California ha pedido permiso a la administración Trump para utilizar fondos federales para proporcionar comidas a los estudiantes fuera del horario escolar, mientras las familias continúan enfrentándose a recortes en los cupones federales para alimentos.
El lunes, el Departamento de Educación de California pidió a la administración Trump que permitiera flexibilidad en los programas de comidas escolares y emitiera una exención federal que permitiría a los distritos escolares proporcionar comidas para llevar a los estudiantes los fines de semana y días festivos, como lo hizo el gobierno federal durante la pandemia de coronavirus.
“Hacemos un llamado a la administración Trump para que otorgue estas exenciones de inmediato”, dijo el lunes el superintendente de Instrucción Pública del estado, Tony Thurmond. “Los estadounidenses están luchando, sufriendo y pasando hambre. La política no debería desempeñar ningún papel cuando tenemos el poder de alimentar y apoyar a los necesitados”.
Thurmond dijo que creció en una familia que dependía de los cupones de alimentos (ahora llamado Programa de Asistencia Nutricional Suplementaria o SNAP) y sabe de primera mano el impacto que el hambre puede tener en la capacidad de aprendizaje de un niño.
“Presidente Trump, lo instamos a financiar y aprobar de inmediato estas exenciones cuando el 27% de las familias con niños de California enfrentan inseguridad alimentaria”, dijo Thurmond.
La petición se produce cuando la administración Trump se opone a financiar totalmente SNAP durante el cierre del gobierno. A pesar del fallo de un juez federal la semana pasada que ordenó a la administración Trump financiar completamente SNAP, la administración ha exigido que los estados “deshagan” los pagos completos de beneficios de SNAP para el mes de noviembre o enfrentarán sanciones financieras. También invocó la sentencia del Tribunal Supremo de congelar los pagos.
El Departamento de Educación del estado dijo que planea utilizar los fondos federales existentes para programas de comidas escolares para proporcionar comidas para llevar a los estudiantes y comidas para niños demasiado pequeños para asistir a la escuela.
Durante la pandemia, California proporcionó más de 800 millones de comidas para ayudar a las familias hambrientas a través de una exención temporal del Departamento de Agricultura de EE. UU. que permite a las escuelas ofrecer comidas gratuitas que las familias pueden llevar a casa y comer fuera del horario escolar, algo que no está permitido según los requisitos generales del programa federal de comidas escolares, dijo Thurmond.

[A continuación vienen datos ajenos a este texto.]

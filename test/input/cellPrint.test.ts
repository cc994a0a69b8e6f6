// src/input/cellPrint.ts: a print holds every cell exactly (each slot decodes
// back to its cell; text and error codes kept), and samePrint is true for the
// same cells in new arrays and false for any one changed cell, its kind, or
// the shape. Expectations are the cell kinds themselves (no outside values).
import { cellPrint, samePrint, slotCell } from '../../src/input/cellPrint';

const col = (...cells: unknown[]): unknown[][] => cells.map((c) => [c]);
const cells: unknown[] = ['title', 1, -0, 0, 2.5, '', null, undefined, true, false, 'NA', ' 3 ', NaN, Infinity, { code: '#N/A' }, { code: '#DIV/0!' }, 7];

test('each slot decodes back to its cell (objects to the object itself)', () => {
  const p = cellPrint(col(...cells))!;
  expect(p.length).toBe(cells.length);
  cells.forEach((c, k) => expect(Object.is(slotCell(p, k), c)).toBe(true));
  const row = cellPrint([cells])!;
  expect(row.row).toBe(true);
  cells.forEach((c, k) => expect(Object.is(slotCell(row, k), c)).toBe(true));
});

test('the same cells in new arrays match; any one changed cell, in any place, does not', () => {
  const p = cellPrint(col(...cells))!;
  expect(samePrint(col(...cells.map((c) => (typeof c === 'object' && c !== null ? { ...c } : c))), p)).toBe(true);
  const other: unknown[] = [0, 1, -0, '', null, undefined, true, false, '0', 'na', { code: '#VALUE!' }, NaN, 2.5000000000000004];
  for (let k = 0; k < cells.length; k++) {
    for (const o of other) {
      if (Object.is(o, cells[k])) continue;
      const changed = cells.map((c, j) => (j === k ? o : c));
      expect([k, o, samePrint(col(...changed), p)]).toEqual([k, o, false]);
    }
  }
  expect(samePrint(col(...cells, ''), p)).toBe(false); // one more (blank) cell
  expect(samePrint(col(...cells.slice(0, -1)), p)).toBe(false);
  expect(samePrint([cells], p)).toBe(false); // a row, not a column
});

test('shapes other than one column or one row get no print', () => {
  expect(cellPrint([[1, 2], [3, 4]])).toBeUndefined();
  expect(cellPrint([] as unknown[][])).toBeUndefined();
});
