// src/functions/cache.ts: the bounded cache drops the least recently used
// entry.
import { BoundedCache } from '../../src/functions/cache';

test('bounded: the least recently used entry leaves first', () => {
  const c = new BoundedCache<string, number>(2);
  let made = 0;
  const make = (v: number) => () => (made++, v);
  c.get('a', make(1));
  c.get('b', make(2));
  expect(c.get('a', make(9))).toBe(1); // a is now the most recent
  c.get('c', make(3)); // b leaves
  expect(c.size).toBe(2);
  expect(c.peek('b')).toBeUndefined();
  expect(c.peek('a')).toBe(1);
  expect(made).toBe(3);
});
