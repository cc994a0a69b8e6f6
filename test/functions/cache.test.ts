// src/functions/cache.ts: the bounded cache drops the least recently used
// entry; the content hash is equal for equal contents and differs when any
// cell, its type or the shape changes.
import { BoundedCache, hashCells } from '../../src/functions/cache';

test('bounded: the least recently used entry leaves first', () => {
  const c = new BoundedCache<string, number>(2);
  let made = 0;
  const make = (v: number) => () => (made++, v);
  c.get('a', make(1));
  c.get('b', make(2));
  expect(c.get('a', make(9))).toBe(1); // a is now the most recent
  c.get('c', make(3)); // b leaves
  expect(c.size).toBe(2);
  expect(c.peek('b')).toBeUndefined();
  expect(c.peek('a')).toBe(1);
  expect(made).toBe(3);
});

test('hash: same contents in new arrays give the same key; any change gives another', () => {
  const base = [[1], [2.5], [''], [null], ['NA'], [true], [{ code: '#N/A' }]];
  const key = hashCells(base);
  expect(hashCells(base.map((r) => [...r]))).toBe(key);
  const variants: unknown[][][] = [
    [[1], [2.5000000000000004], [''], [null], ['NA'], [true], [{ code: '#N/A' }]],
    [[1], [2.5], [null], [null], ['NA'], [true], [{ code: '#N/A' }]],
    [[1], [2.5], [''], [null], ['NB'], [true], [{ code: '#N/A' }]],
    [[1], [2.5], [''], [null], ['NA'], [1], [{ code: '#N/A' }]],
    [[1], [2.5], [''], [null], ['NA'], [false], [{ code: '#N/A' }]],
    [[1], [2.5], [''], [null], ['NA'], [true], [{ code: '#DIV/0!' }]],
    [[1, 2.5, '', null, 'NA', true, { code: '#N/A' }]],
    [[-0], [2.5], [''], [null], ['NA'], [true], [{ code: '#N/A' }]],
  ];
  const keys = variants.map(hashCells);
  expect(new Set([key, ...keys]).size).toBe(variants.length + 1);
  expect(hashCells([[0]])).not.toBe(hashCells([[-0]]));
});

test('hash: 100,000 distinct columns of one changed cell give 100,000 keys', () => {
  const cells = Array.from({ length: 50 }, (_, i) => [i * 0.1]);
  const seen = new Set<string>();
  for (let k = 0; k < 100000; k++) {
    cells[k % 50][0] = k;
    seen.add(hashCells(cells));
    cells[k % 50][0] = (k % 50) * 0.1;
  }
  expect(seen.size).toBe(100000);
});
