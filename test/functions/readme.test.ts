// The README lists every worksheet function with an example formula on the
// demo workbook, and every setting by name (the lists in the sources are
// the reference: dist/functions.json and src/input/settings.ts).
import * as fs from 'fs';
import * as path from 'path';
import { SETTINGS } from '../../src/input/settings';

const root = path.resolve(__dirname, '..', '..');
const readme = fs.readFileSync(path.join(root, 'README.md'), 'utf8');
const meta = JSON.parse(fs.readFileSync(path.join(root, 'dist', 'functions.json'), 'utf8'));

interface Fn {
  id: string;
  parameters: Array<{ name: string; optional?: boolean }>;
}

test.each((meta.functions as Fn[]).map((f): [string, Fn] => [f.id, f]))('%s: its arguments in the table and an example formula', (id, f) => {
  const sig = f.parameters.map((p) => (p.optional ? `[${p.name}]` : p.name)).join(', ');
  expect(readme.includes(`| \`${id}\` | \`${sig}\``) || (id === 'COMPLIERDENSITY' && readme.includes('| `COMPLIERDENSITY` | same as `COMPLIERCDF`'))).toBe(true);
  expect(readme).toMatch(new RegExp(`^=CUTLINE\\.${id}\\(C2:C6001, `, 'm'));
});

test.each(SETTINGS.map((s) => [s.name]))('setting %s is in the settings table', (name) => {
  expect(readme).toMatch(new RegExp(`^\\| [^|]*\`${name}\``, 'm'));
});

Según datos del Centro Nacional de Acción e Investigación Alimentaria sin fines de lucro, las exenciones, combinadas con la expansión de los programas de comidas escolares durante el verano, aumentaron un 123% en julio de 2020 y un 101% en julio de 2021.
Cuando los estudiantes regresen a la escuela y expiren las exenciones temporales, California se convertirá en el primer estado del país en adoptar un programa universal de comidas escolares, que proporciona desayuno y almuerzo gratuitos a todos los estudiantes durante la jornada escolar, independientemente de los ingresos familiares. Algunas escuelas del estado también ofrecen cena.
Leah Roman, trabajadora del servicio de alimentos en el Distrito Escolar Loomis Union, ayuda a preparar y servir comidas a cientos de estudiantes cada día. Dijo que para muchos estudiantes de su distrito, las comidas escolares son la comida más confiable que reciben cada día.
“Veo de primera mano la diferencia que pueden hacer los alimentos”, dijo Roman en una conferencia de prensa organizada por el CDE en Sacramento el lunes. “Cuando los estudiantes llegan a la escuela con hambre, les resulta difícil prestar atención. No pueden aprender cuando tienen hambre”.
Roman dijo que las escuelas y los trabajadores del servicio de alimentos han demostrado durante la pandemia que pueden servir comidas a los estudiantes de manera segura y efectiva cuando las familias más las necesitan, y están listos para hacerlo nuevamente.
“Ningún niño en California debería pasar hambre debido a programas federales o retrasos en la burocracia”, dijo Roman. “Le estamos pidiendo al USDA que apruebe esta exención para que podamos continuar haciendo nuestro trabajo: alimentar a los estudiantes y ayudarlos a aprender”.